At least some parts of an Uniform Resource Identifier (URI) must be managed by a central authority. Building hierarchical contexts the management is broken down into independent environments.

For example the domain names form the first part of an URL in the Internet and is globally managed in multiple levels. Then the paths, the second part of an URL, are managed within the different domains independently.

This type of global ID is the only one, guarantied to be unique, if managed correctly.

Time

The current time is a globally shared value and is often used to identify an object. Since two instances can create two IDs at exactly the same time, even in the exact same nanosecond, the uniqueness of this approach is limited. Another problem arises with the difficulty of measuring the time accurately enough.

The time serves as part of the UUID or can be combined with a content hash (except for two copies of the same object within the same nanosecond).

Position

Another globally unique value would be the exact position, the system is placed at. Because this value is very unpractical to measure exactly and systems can change position independently, this approach is more of a theoretical nature.

With the GPS technology available, we can measure the position pretty accurately. For example in combination with time or an locally managed ID, this value could be a simple way to identify a physical server running a system instance.

Combine

In a decentralized system we should combine these approaches to form the best suitable identification possible.

For example we start with a managed URI model, borrowed from the internet (domainName.com/...), to identify data object domains. Then we handle a more locally managed URI for the data object paths and apply a content hash to it's revisions.

While the managed URI for the data objects is human readable and guarantied to be unique, the content hash identifies two identical, but independently created revisions as one.

To identify a concrete physical system instance we use a UUID or, if available, a position/time based ID. We don't want to restrict our physical setup by any centralized management.

Nobody Has Got It All

No system instance holds the complete database. Even if it would be theoretically possible for one instances to store all the data available, it wouldn't know it does.

As a result, a process cannot expect complete data sets. No transaction can instantly update all the possible storages, no query is able to return all possible results.

Even though the Google search engine, as an example, is able to list a huge collection of query results, it cannot return all the possible Internet pages, matching the search criteria.

Sharing Pieces

The complete, conceptual database of the system is formed by every participant holding a piece of the data.
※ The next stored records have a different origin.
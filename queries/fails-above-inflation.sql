-- about: Projects accepted in the base scenario that are rejected in some scenario with inflation above a threshold.
-- param: run = latest  (run id; "latest" = the newest finished run)
-- param: threshold = 0.05  (inflation, fraction per year)
WITH high AS (
    SELECT r.project_id,
           count(*) FILTER (WHERE NOT r.accepted) AS rejected_scenarios,
           count(*) AS high_scenarios,
           min(sc.inflation) FILTER (WHERE NOT r.accepted) AS lowest_failing_inflation
    FROM results r JOIN scenarios sc ON sc.run_id = r.run_id AND sc.scenario_id = r.scenario_id
    WHERE r.run_id = $run AND sc.inflation > $threshold
    GROUP BY r.project_id
)
SELECT h.project_id, p.name, s.pw_base, h.lowest_failing_inflation,
       h.rejected_scenarios, h.high_scenarios,
       round(h.rejected_scenarios / h.high_scenarios, 4) AS rejected_share_above_threshold
FROM high h
JOIN project_summary s ON s.run_id = $run AND s.project_id = h.project_id
JOIN projects p ON p.project_id = h.project_id
WHERE s.accepted_base AND h.rejected_scenarios > 0
ORDER BY rejected_share_above_threshold DESC, h.project_id
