def _cash_flow_projects() -> list[dict]:
    """Irregular projects: staged builds, overhauls, fixed-price contracts, end costs."""
    P = []

    def add(key, name, category, lines, group="", mandatory=False, requires=(), dep=("", "")):
        P.append(dict(key=key, name=name, category=category, lines=lines, group=group,
                      mandatory=mandatory, requires=tuple(requires), dep=dep))

    # --- group fleet-depot: buy versus lease (lease payments fixed in nominal money)
    add("fleet_buy", "Fleet depot: buy and fit out Quarry Lane site", "property", [
        (_r(0, 0), -12.5 * M, "real", 0.0, "investment"),
        (_r(1, 1), -3.5 * M, "real", 0.0, "investment"),
        (_r(2, 25), 2.05 * M, "real", 0.005, "benefit"),
        (_r(2, 25), -0.38 * M, "real", 0.01, "cost"),
        (_r(13, 13), -2.2 * M, "real", 0.0, "investment"),
        (_r(25, 25), 5.0 * M, "real", 0.0, "salvage"),
    ], group="fleet-depot", dep=("straight-line", 39))
    add("fleet_lease", "Fleet depot: 25-year lease of Marsh Road depot", "property", [
        (_r(0, 0), -1.6 * M, "real", 0.0, "investment"),
        (_r(1, 1), -0.6 * M, "real", 0.0, "investment"),
        (_r(2, 25), 2.05 * M, "real", 0.005, "benefit"),
        (_r(2, 25), -0.22 * M, "real", 0.01, "cost"),
        (_r(1, 10), -1.05 * M, "nominal", 0.0, "cost"),
        (_r(11, 20), -1.25 * M, "nominal", 0.0, "cost"),
        (_r(21, 25), -1.45 * M, "nominal", 0.0, "cost"),
    ], group="fleet-depot", dep=("straight-line", 15))

    # --- group north-parcel: sell now versus a 40-year ground lease with fixed rent steps
    add("parcel_sell", "North parcel: sell now", "property", [
        (_r(0, 0), 9.0 * M, "real", 0.0, "other"),
        (_r(0, 0), -0.25 * M, "real", 0.0, "cost"),
    ], group="north-parcel")
    add("parcel_lease", "North parcel: 40-year ground lease", "property", [
        (_r(0, 0), -0.45 * M, "real", 0.0, "investment"),
        (_r(1, 10), 0.52 * M, "nominal", 0.0, "benefit"),
        (_r(11, 20), 0.62 * M, "nominal", 0.0, "benefit"),
        (_r(21, 30), 0.74 * M, "nominal", 0.0, "benefit"),
        (_r(31, 40), 0.88 * M, "nominal", 0.0, "benefit"),
        (_r(40, 40), 7.0 * M, "real", 0.0, "salvage"),
    ], group="north-parcel")

    # --- group disinfection (mandatory, three alternatives; the UV option is parametric)
    add("ozone", "Disinfection: ozone plant at North treatment works", "infrastructure", [
        (_r(0, 0), -4.8 * M, "real", 0.0, "investment"),
        (_r(1, 1), -3.9 * M, "real", 0.0, "investment"),
        (_r(2, 21), -0.27 * M, "real", 0.02, "cost"),
        (_r(11, 11), -1.5 * M, "real", 0.0, "investment"),
    ], group="disinfection", mandatory=True, dep=("macrs", 15))
    add("disinfect_contract", "Disinfection: 20-year fixed-price treatment service contract",
        "fixed-price contract", [
            (_r(0, 0), -0.9 * M, "real", 0.0, "investment"),
            (_r(1, 10), -1.05 * M, "nominal", 0.0, "cost"),
            (_r(11, 20), -1.25 * M, "nominal", 0.0, "cost"),
        ], group="disinfection", mandatory=True, dep=("straight-line", 20))

    # --- group solar-supply: own array (parametric) versus a fixed-price purchase agreement
    add("solar_ppa", "Solar supply: 20-year fixed-price power purchase agreement", "fixed-price contract", [
        (_r(0, 0), -0.35 * M, "real", 0.0, "investment"),
        (_r(1, 20), 0.62 * M, "real", 0.02, "benefit"),
        (_r(1, 20), -0.60 * M, "nominal", 0.0, "cost"),
    ], group="solar-supply")

    # --- group berth-3: rehabilitate (parametric) versus a staged rebuild
    add("berth_rebuild", "Berth 3: rebuild as deep-water berth", "infrastructure", [
        (_r(0, 0), -6.0 * M, "real", 0.0, "investment"),
        (_r(1, 1), -11.5 * M, "real", 0.0, "investment"),
        (_r(2, 2), -4.5 * M, "real", 0.0, "investment"),
        (_r(3, 40), 2.35 * M, "real", 0.005, "benefit"),
        (_r(3, 40), -0.18 * M, "real", 0.01, "cost"),
    ], group="berth-3", dep=("macrs", 20))

    # --- group warehouse-5: let on a fixed rent (parametric) versus demolish and sell
    add("wh5_sell", "Warehouse 5: demolish and sell site", "property", [
        (_r(0, 0), -0.4 * M, "real", 0.0, "cost"),
        (_r(0, 0), 2.4 * M, "real", 0.0, "other"),
    ], group="warehouse-5")

    # --- independent irregular projects
    add("hydro", "Dam 2 mini-hydro with 15-year fixed-price power sale", "fixed-price contract", [
        (_r(0, 0), -5.2 * M, "real", 0.0, "investment"),
        (_r(1, 1), -2.1 * M, "real", 0.0, "investment"),
        (_r(2, 16), 1.02 * M, "nominal", 0.0, "benefit"),
        (_r(17, 35), 0.62 * M, "real", 0.015, "benefit"),
        (_r(2, 35), -0.11 * M, "real", 0.01, "cost"),
        (_r(20, 20), -1.4 * M, "real", 0.0, "investment"),
    ], dep=("macrs", 15))
    add("spoil_cell", "Gull Flats dredge spoil containment cell (with capping and aftercare)", "infrastructure", [
        (_r(0, 0), -6.0 * M, "real", 0.0, "investment"),
        (_r(1, 10), 3.9 * M, "real", 0.0, "benefit"),
        (_r(1, 10), -0.6 * M, "real", 0.01, "cost"),
        (_r(11, 15), -6.8 * M, "real", 0.0, "cost"),
    ], dep=("straight-line", 10))
    add("floating_dock", "Floating dock: refit for 12 more years then decommission", "equipment", [
        (_r(0, 0), -3.2 * M, "real", 0.0, "investment"),
        (_r(1, 12), 1.1 * M, "real", 0.0, "benefit"),
        (_r(1, 12), -0.35 * M, "real", 0.01, "cost"),
        (_r(13, 13), -4.5 * M, "real", 0.0, "cost"),
    ], dep=("macrs", 10))
    add("fibre", "Fibre backbone: treatment works and port ring", "IT", [
        (_r(0, 0), -2.8 * M, "real", 0.0, "investment"),
        (_r(1, 1), -1.9 * M, "real", 0.0, "investment"),
        (_r(2, 25), 0.52 * M, "real", 0.0, "benefit"),
        (_r(2, 25), -0.06 * M, "real", 0.0, "cost"),
    ], dep=("macrs", 15))
    add("reservoir2", "Reservoir 2 expansion (staged)", "infrastructure", [
        (_r(0, 0), -7.5 * M, "real", 0.0, "investment"),
        (_r(1, 1), -9.0 * M, "real", 0.0, "investment"),
        (_r(2, 2), -5.5 * M, "real", 0.0, "investment"),
        (_r(3, 40), 1.55 * M, "real", 0.01, "benefit"),
        (_r(3, 40), -0.15 * M, "real", 0.0, "cost"),
    ], dep=("macrs", 20))
    mains = [(_r(t, t), -3.0 * M, "real", 0.0, "investment") for t in range(5)]
    mains += [(_r(t, t), 0.3 * M * t, "real", 0.005, "benefit") for t in range(1, 5)]
    mains += [(_r(5, 40), 1.5 * M, "real", 0.005, "benefit")]
    add("mains", "Trunk main renewal programme over years 0-4", "infrastructure", mains, dep=("macrs", 20))
    add("tug", "Harbour tug replacement with mid-life repower", "equipment", [
        (_r(0, 0), -8.4 * M, "real", 0.0, "investment"),
        (_r(1, 30), 1.25 * M, "real", 0.005, "benefit"),
        (_r(1, 30), -0.42 * M, "real", 0.015, "cost"),
        (_r(15, 15), -2.6 * M, "real", 0.0, "investment"),
        (_r(30, 30), 0.8 * M, "real", 0.0, "salvage"),
    ], dep=("macrs", 10))
    add("sts_crane", "Ship-to-shore crane 4 with 15-year overhaul", "equipment", [
        (_r(0, 0), -7.0 * M, "real", 0.0, "investment"),
        (_r(1, 1), -5.5 * M, "real", 0.0, "investment"),
        (_r(2, 30), 2.2 * M, "real", 0.0, "benefit"),
        (_r(2, 30), -0.55 * M, "real", 0.01, "cost"),
        (_r(16, 16), -3.0 * M, "real", 0.0, "investment"),
        (_r(30, 30), 1.0 * M, "real", 0.0, "salvage"),
    ], dep=("macrs", 7))
    add("cold_store2", "Cold store 2: build and let on 15-year fixed-rent lease", "property", [
        (_r(0, 0), -4.5 * M, "real", 0.0, "investment"),
        (_r(1, 1), -3.8 * M, "real", 0.0, "investment"),
        (_r(2, 16), 1.08 * M, "nominal", 0.0, "benefit"),
        (_r(17, 40), 0.95 * M, "real", 0.0, "benefit"),
        (_r(2, 40), -0.12 * M, "real", 0.01, "cost"),
        (_r(40, 40), 2.0 * M, "real", 0.0, "salvage"),
    ], dep=("straight-line", 39))
    add("ferry_concession", "Ferry terminal catering concession (fixed annual fee)", "fixed-price contract", [
        (_r(0, 0), -1.2 * M, "real", 0.0, "investment"),
        (_r(1, 10), 0.24 * M, "nominal", 0.0, "benefit"),
        (_r(1, 10), -0.05 * M, "real", 0.01, "cost"),
    ], dep=("straight-line", 10))
    add("esco", "Energy performance contract: pump stations 1-12", "energy retrofit", [
        (_r(0, 0), -0.2 * M, "real", 0.0, "investment"),
        (_r(1, 12), 0.80 * M, "real", 0.03, "benefit"),
        (_r(1, 12), -0.95 * M, "nominal", 0.0, "cost"),
    ])
    add("customer_centre_lease", "Customer centre: sell building and move to 10-year leased premises",
        "property", [
            (_r(0, 0), -0.6 * M, "real", 0.0, "investment"),
            (_r(0, 0), 1.4 * M, "real", 0.0, "other"),
            (_r(1, 10), 0.72 * M, "real", 0.01, "benefit"),
            (_r(1, 10), -0.78 * M, "nominal", 0.0, "cost"),
        ], dep=("straight-line", 10))
    add("erp", "ERP replacement with 7-year fixed-price subscription", "IT", [
        (_r(0, 0), -1.8 * M, "real", 0.0, "investment"),
        (_r(1, 1), -1.1 * M, "real", 0.0, "investment"),
        (_r(2, 8), 1.35 * M, "real", 0.01, "benefit"),
        (_r(1, 8), -0.42 * M, "nominal", 0.0, "cost"),
    ], dep=("macrs", 3))
    add("sludge_dryer", "Sludge dryer with 10-year fixed-price operation contract", "fixed-price contract", [
        (_r(0, 0), -3.6 * M, "real", 0.0, "investment"),
        (_r(1, 20), 0.95 * M, "real", 0.015, "benefit"),
        (_r(1, 10), -0.38 * M, "nominal", 0.0, "cost"),
        (_r(11, 20), -0.42 * M, "real", 0.01, "cost"),
        (_r(10, 10), -0.9 * M, "real", 0.0, "investment"),
    ], dep=("macrs", 7))
    add("wind", "Breakwater wind turbine with 15-year fixed feed-in tariff", "fixed-price contract", [
        (_r(0, 0), -3.9 * M, "real", 0.0, "investment"),
        (_r(1, 15), 0.52 * M, "nominal", 0.0, "benefit"),
        (_r(16, 25), 0.30 * M, "real", 0.015, "benefit"),
        (_r(1, 25), -0.09 * M, "real", 0.01, "cost"),
        (_r(25, 25), -0.35 * M, "real", 0.0, "cost"),
    ], dep=("macrs", 5))
    add("marina_pontoons", "Marina pontoon extension with 10-year fixed berth licences", "property", [
        (_r(0, 0), -2.1 * M, "real", 0.0, "investment"),
        (_r(1, 10), 0.31 * M, "nominal", 0.0, "benefit"),
        (_r(11, 30), 0.30 * M, "real", 0.0, "benefit"),
        (_r(1, 30), -0.05 * M, "real", 0.01, "cost"),
    ], dep=("macrs", 15))
    add("flood_barrier", "Harbour flood barrier (staged)", "infrastructure", [
        (_r(0, 0), -4.5 * M, "real", 0.0, "investment"),
        (_r(1, 1), -8.0 * M, "real", 0.0, "investment"),
        (_r(2, 2), -3.5 * M, "real", 0.0, "investment"),
        (_r(3, 40), 0.95 * M, "real", 0.01, "benefit"),
        (_r(3, 40), -0.12 * M, "real", 0.0, "cost"),
    ], dep=("macrs", 20))
    add("heat_sale", "Wastewater heat recovery with fixed-price heat sale to Oldbeck infirmary",
        "fixed-price contract", [
            (_r(0, 0), -2.4 * M, "real", 0.0, "investment"),
            (_r(1, 15), 0.36 * M, "nominal", 0.0, "benefit"),
            (_r(1, 15), -0.04 * M, "real", 0.02, "cost"),
        ], dep=("macrs", 15))
    add("pilot_boats", "Electric pilot boats with battery replacement in year 8", "equipment", [
        (_r(0, 0), -2.6 * M, "real", 0.0, "investment"),
        (_r(1, 16), 0.46 * M, "real", 0.02, "benefit"),
        (_r(1, 16), -0.05 * M, "real", 0.0, "cost"),
        (_r(8, 8), -0.55 * M, "real", 0.0, "investment"),
        (_r(16, 16), 0.2 * M, "real", 0.0, "salvage"),
    ], dep=("macrs", 5))
    add("desilting", "Reservoir 5 desilting campaigns every 5 years", "infrastructure", [
        (_r(0, 0), -0.8 * M, "real", 0.0, "investment"),
        (_r(5, 5), -0.8 * M, "real", 0.01, "cost"),
        (_r(10, 10), -0.8 * M, "real", 0.01, "cost"),
        (_r(15, 15), -0.8 * M, "real", 0.01, "cost"),
        (_r(1, 20), 0.21 * M, "real", 0.0, "benefit"),
    ])
    return P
Like a cache this piece covers the topics the instance is most interested in.

The data storage of two system instances overlap.

Some parts of the data is stored only in the instance managing, while others are distributed redundantly. For backup and availability purposes it is recommended to share the data with multiple servers.
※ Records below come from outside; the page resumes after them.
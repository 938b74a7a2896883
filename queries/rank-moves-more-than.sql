-- about: Projects whose rank by present worth moves more than N places between the best and worst scenario.
-- param: run = latest  (run id; "latest" = the newest finished run)
-- param: places = 10  (rank spread, in places)
SELECT s.project_id, p.name, s.rank_base, s.rank_min, s.rank_median, s.rank_max,
       s.rank_max - s.rank_min AS rank_spread, s.pi_rank_min, s.pi_rank_max, round(s.top_k_share, 4) AS top_k_share
FROM project_summary s JOIN run_project_names p ON p.run_id = $run AND p.project_id = s.project_id
WHERE s.run_id = $run AND s.rank_max - s.rank_min > $places
ORDER BY rank_spread DESC, s.project_id
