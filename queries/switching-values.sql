-- about: Switching values (the input value at which a project's accept/reject decision flips) closest to the base case, as a change from base.
-- param: run = latest  (run id; "latest" = the newest finished run)
-- param: input = any  (discount_rate, inflation, first_cost, benefits, escalation, or any)
-- param: limit = 25  (how many rows)
SELECT v.project_id, p.name, v.input, v.base_value, v.switching_value,
       round(v.switching_change, 4) AS change_from_base, v.switching_status, v.worth_base
FROM sensitivity v JOIN projects p USING (project_id)
WHERE v.run_id = $run AND v.switching_value IS NOT NULL AND ($input = 'any' OR v.input = $input)
ORDER BY abs(v.switching_change), v.project_id, v.input
LIMIT $limit
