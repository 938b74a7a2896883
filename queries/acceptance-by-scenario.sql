-- about: Number and share of projects accepted in each scenario (discount rate x inflation).
-- param: run = latest  (run id; "latest" = the newest finished run)
-- Reads the narrow result_rows table by scenario key (the results view would join every row to
-- its project, which this count does not need).
WITH per_scenario AS (
    SELECT x.scenario_key,
           count(*) FILTER (WHERE x.present_worth >= 0) AS accepted_projects,
           avg((x.present_worth >= 0)::INTEGER) AS accepted_share,
           sum(x.present_worth) FILTER (WHERE x.present_worth >= 0) AS accepted_present_worth
    FROM result_rows x
    WHERE x.scenario_key IN (SELECT scenario_key FROM scenarios WHERE run_id = $run)
    GROUP BY x.scenario_key
)
SELECT sc.scenario_id, sc.discount_rate, sc.real_rate, sc.inflation, a.accepted_projects,
       round(a.accepted_share, 4) AS accepted_share, a.accepted_present_worth
FROM per_scenario a JOIN scenarios sc ON sc.run_id = $run AND sc.scenario_key = a.scenario_key
ORDER BY sc.scenario_id
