-- about: Number and share of projects accepted in each scenario (discount rate x inflation).
-- param: run = latest  (run id; "latest" = the newest finished run)
SELECT sc.scenario_id, sc.discount_rate, sc.real_rate, sc.inflation,
       count(*) FILTER (WHERE r.accepted) AS accepted_projects,
       round(avg(r.accepted::INTEGER), 4) AS accepted_share,
       sum(r.present_worth) FILTER (WHERE r.accepted) AS accepted_present_worth
FROM results r JOIN scenarios sc ON sc.run_id = r.run_id AND sc.scenario_id = r.scenario_id
WHERE r.run_id = $run
GROUP BY ALL ORDER BY sc.scenario_id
To comfortably share these redundant parts we need a process to automatically two-way synchronize the corresponding data.

No Locks

Since no instance is in control of the whole system, it is only hardly possible to request an exclusive lock on some specific data in a practical amount of time.

While within the system only optimistic locking is applicable, it can offer support to explicitly organize and manage a serialized workflow.

Security

Where in a centralized system access to all the data is controlled at one place, in a decentralized system the data and it's access control are distributed.

Closed System

Like centralized systems, also decentralized instances can be managed within certain "physical" boundaries. A big company could connect multiple servers to form the system and allow notebooks, also running an instance, to connect only to this setup.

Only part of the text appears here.